What this task involves –
What lines in the records below mention "iecEncode"? List them all.

Excerpted records –
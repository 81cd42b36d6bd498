// PNG output, decoded by an independent decoder (fast-png) and checked against the PNG
// specification's chunk layout (W3C PNG 3rd ed.) and the sRGB formula (IEC 61966-2-1).

import { crc32 } from 'node:zlib';
import { decode } from 'fast-png';
import { describe, expect, it } from 'vitest';
import { encodePng } from '../../src/io/png.js';
import { FloatImage } from '../../src/raster/image.js';

/** IEC 61966-2-1 encoding, written out here rather than imported. */
const iecEncode = (v: number) => (v <= 0.0031308 ? 12.92 * v : 1.055 * v ** (1 / 2.4) - 0.055);

/** Chunks in file order, each CRC checked (PNG spec section 5.3). */
function chunks(png: Buffer): { type: string; body: Buffer }[] {
  expect([...png.subarray(0, 8)]).toEqual([137, 80, 78, 71, 13, 10, 26, 10]);
  const out: { type: string; body: Buffer }[] = [];
  for (let off = 8; off < png.length; ) {
    const len = png.readUInt32BE(off);
    const type = png.toString('latin1', off + 4, off + 8);
    const body = png.subarray(off + 8, off + 8 + len);
    expect(png.readUInt32BE(off + 8 + len)).toBe(crc32(png.subarray(off + 4, off + 8 + len)));
    out.push({ type, body });
    off += 12 + len;
  }
  return out;
}

const values = [0, 0.0005, 0.18, 0.5, 0.999, 1, 4, -0.5];

function ramp(): FloatImage {
  const img = new FloatImage(values.length, 2);
  values.forEach((v, x) => {
    img.data.set([v, v / 2, v / 4, 0], x * 4);
    img.data.set([0.02, 0.01, 0.3, 0], (values.length + x) * 4);
  });
  return img;
}

const clip = (v: number) => Math.min(1, Math.max(0, v));

describe('PNG writer', () => {
  it('writes 16-bit sRGB samples that decode to the IEC 61966-2-1 values', () => {
    const png = decode(encodePng(ramp(), { bitDepth: 16, transfer: 'srgb', alpha: 'none' }));
    expect(png.depth).toBe(16);
    expect(png.channels).toBe(3);
    expect([png.width, png.height]).toEqual([values.length, 2]);
    values.forEach((v, x) => {
      for (let c = 0; c < 3; c++) {
        const f = Math.fround(v / [1, 2, 4][c]);
        expect(png.data[x * 3 + c]).toBe(Math.round(iecEncode(clip(f)) * 65535));
      }
    });
  });

  it('writes 8-bit linear samples without a transfer curve', () => {
    const png = decode(encodePng(ramp(), { bitDepth: 8, transfer: 'linear', alpha: 'none' }));
    expect(png.depth).toBe(8);
    values.forEach((v, x) => expect(png.data[x * 3]).toBe(Math.round(clip(v) * 255)));
  });

  it('labels sRGB data with sRGB, gAMA 45455 and cHRM before IDAT (PNG spec 11.3.2)', () => {
    const list = chunks(encodePng(ramp(), { bitDepth: 16, transfer: 'srgb', alpha: 'none' }));
    const types = list.map((c) => c.type);
    expect(types.slice(0, 4)).toEqual(['IHDR', 'sRGB', 'gAMA', 'cHRM']);
    expect(types.at(-1)).toBe('IEND');
    expect(list[1].body[0]).toBe(0); // perceptual rendering intent
    expect(list[2].body.readUInt32BE(0)).toBe(45455);
    // sRGB primaries and D65 white x 100000 (PNG spec, sRGB chunk recommendations)
    expect([...Array(8)].map((_, i) => list[3].body.readUInt32BE(i * 4))).toEqual([31270, 32900, 64000, 33000, 30000, 60000, 15000, 6000]);
  });

  it('labels linear data with gAMA 1.0 (100000) and no sRGB chunk', () => {
    const types = chunks(encodePng(ramp(), { bitDepth: 8, transfer: 'linear', alpha: 'none' }));
    expect(types.map((c) => c.type).slice(0, 3)).toEqual(['IHDR', 'gAMA', 'cHRM']);
    expect(types[1].body.readUInt32BE(0)).toBe(100000);
    expect(types.some((c) => c.type === 'sRGB')).toBe(false);
  });

  it('stores the premultiplied pass as straight alpha that re-premultiplies to the pass', () => {
    const img = new FloatImage(3, 1);
    img.data.set([0.4, 0.2, 0.1, 0, 0, 0, 0, 0, 3, 1.5, 0.5, 0]);
    const png = decode(encodePng(img, { bitDepth: 16, transfer: 'linear', alpha: 'premultiplied' }));
    expect(png.channels).toBe(4);
    const px = (i: number) => [...png.data.slice(i * 4, i * 4 + 4)].map((v) => v / 65535);
    // alpha is the pass's largest channel, clipped to 1; colour x alpha gives the pass back
    const [r, g, b, a] = px(0);
    expect(a).toBeCloseTo(0.4, 4);
    expect([r * a, g * a, b * a]).toEqual([expect.closeTo(0.4, 4), expect.closeTo(0.2, 4), expect.closeTo(0.1, 4)]);
    expect(px(1)).toEqual([0, 0, 0, 0]);
    expect(px(2)[3]).toBe(1);
  });

  it('writes the same bytes every time', () => {
    const a = encodePng(ramp(), { bitDepth: 16, transfer: 'srgb', alpha: 'premultiplied' });
    const b = encodePng(ramp(), { bitDepth: 16, transfer: 'srgb', alpha: 'premultiplied' });
    expect(a.equals(b)).toBe(true);
  });
});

The completed task –
const iecEncode = (v: number) => (v <= 0.0031308 ? 12.92 * v : 1.055 * v ** (1 / 2.4) - 0.055);
        expect(png.data[x * 3 + c]).toBe(Math.round(iecEncode(clip(f)) * 65535));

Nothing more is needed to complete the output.